Thinking about it now, I’m really not sure why this wasn’t the end of the argument for me. Christianity claimed that Jesus was the Messiah. He clearly wasn’t the Messiah. That’s a pretty basic point on which to be wrong. I genuinely can’t remember how I excused this to myself; I guess I was so determined to give Christianity a fair hearing that I gave them a free pass on this blatant inaccuracy.

Next up: More of the same sort of thing, but this time during my medical school years.

Comments

  1. Katydid says

    As a child/teen, the church my family attended (Methodist) almost never mentioned other faiths. The only thing I remember them saying about the Jews is that they, too, loved God and showed it by following the rules as they understood it, so they would go to heaven. That’s the same thing they said about Buddhists.

    It wasn’t until I went to college and wound up living with fundagelical whackaloon rooomates that I heard that Jews “love sinning”, which is why they were going to hell. Everyone except them “loved sinning”. And the King James Bible was the perfect and inerrant word of god (who spoke medieval English).

  2. Pierce R. Butler says

    You can find lots of predictions about The Messiah™, and “Jesus” indeed failed to fulfill practically all of them.

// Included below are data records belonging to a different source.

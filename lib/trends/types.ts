import type { RunRule } from "@/lib/analysis";

/** One unit's figure of record on a trend. */
export type TrendPoint = {
  unitId: string;
  serial: string;
  captureId: string;
  measuredAt: string;
  value: number;
  status: string | null;
  /** Inconclusive or warned: drawn apart, left out of the statistics. */
  flagged: boolean;
  testKind: string;
  bench: string | null;
  /** Western Electric rules this point completes (points in the statistics only). */
  rules: RunRule[];
  /** Expanded uncertainty (k = 2) where an uncertainty budget was evaluated; null until then. */
  expandedUncertainty: number | null;
};
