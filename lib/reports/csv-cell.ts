// One CSV cell per RFC 4180, with spreadsheet formulas defused in text cells (a leading = + - @ tab or
// CR gets a quote mark). Numbers keep 8 significant digits. Shared by every CSV the service writes.
export function csvCell(value: unknown): string {
  if (value === null || value === undefined) return "";
  const text = typeof value === "number" ? String(Number(value.toPrecision(8))) : String(value);
  const safe = /^[=+\-@\t\r]/.test(text) && typeof value !== "number" ? `'${text}` : text;
  return /[",\r\n]/.test(safe) ? `"${safe.replace(/"/g, '""')}"` : safe;
}

export function csvLine(values: readonly unknown[]): string {
  return values.map(csvCell).join(",");
}
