"use client";

import { useActionState } from "react";
import { EMPTY_FORM, type FormState } from "@/components/ratings/form-state";
import { Button } from "@/components/ui/button";
import { Notice } from "@/components/ui/notice";
import { retireInstrumentAction } from "../actions";

export function RetireForm({ instrumentId }: { instrumentId: string }) {
  const [state, action, pending] = useActionState<FormState, FormData>(retireInstrumentAction, EMPTY_FORM);
  return (
    <form action={action} aria-label="Retire instrument" className="space-y-2">
      {state.message ? <Notice kind={state.ok ? "done" : "problem"}>{state.message}</Notice> : null}
      <input type="hidden" name="instrumentId" value={instrumentId} />
      <p className="text-sm text-ink-600">Retiring takes it out of bench sets and new captures; captures that used it keep it on record.</p>
      <Button type="submit" disabled={pending}>{pending ? "Retiring…" : "Retire instrument"}</Button>
    </form>
  );
}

    Therefore the goyim claim J really was the messiah?!?

    Where do you see prophesies for the fetishized martyr/towel shoulder/avenger that “Jesus” eventually actually became?

  3. moarscienceplz says

    “Christianity’s explanation for this awkward point was that the Jews were wrong about a key part of their own religion.”
    Well, every religion thinks that all other religions are wrong. That’s why we have so damned many of ’em. To my mind, that fact alone is enough to make an atheist out of any thoughtful person. If there really is an omnipotent god, why can’t he/she/it/they just tell us in plain language what we are supposed to do?

  4. Pierce R. Butler says

    moarscienceplz @ # 4: What the heck is a “towel shoulder”?

    You are – if you’ve ever tried to console someone weeping on your shoulder.

    Lots of gods suffer martyrdom or take vengeance on whomever they consider evil, but very few go around sympathizing with everybody’s pain.

  5. Owlmirror says

    I’m a bit surprised that no-one took the easy step of posting:
    “. . . He’s a very naughty boy!”
    in response to the title.

    Well, that’s done…

  6. Owlmirror says

    I want to point again to:

    Judaisms and Their Messiahs at the Turn of the Christian Era, edited by Jacob Neusner, William Scott Green, Ernest S. Frerichs,

    I think you should be able to at least read the introduction in the Google Books preview

    It is no longer possible to justify the standard, homogenous reading of the varied Jewish writings or to assume that different Jewish groups, even within Palestine, shared a single outlook, social experience, or religious expectation simply because they were Jews. The evidence in this book shows that preoccupation with the messiah was not a uniform or definitive trait, nor a common reference point, of early Jewish writings or the Jews who produced them. As a speculum for the analysis and understanding of early Jewish religious life, the category “messiah” probes less obliquely, and with rather less precision and discernment, than we have come to suppose.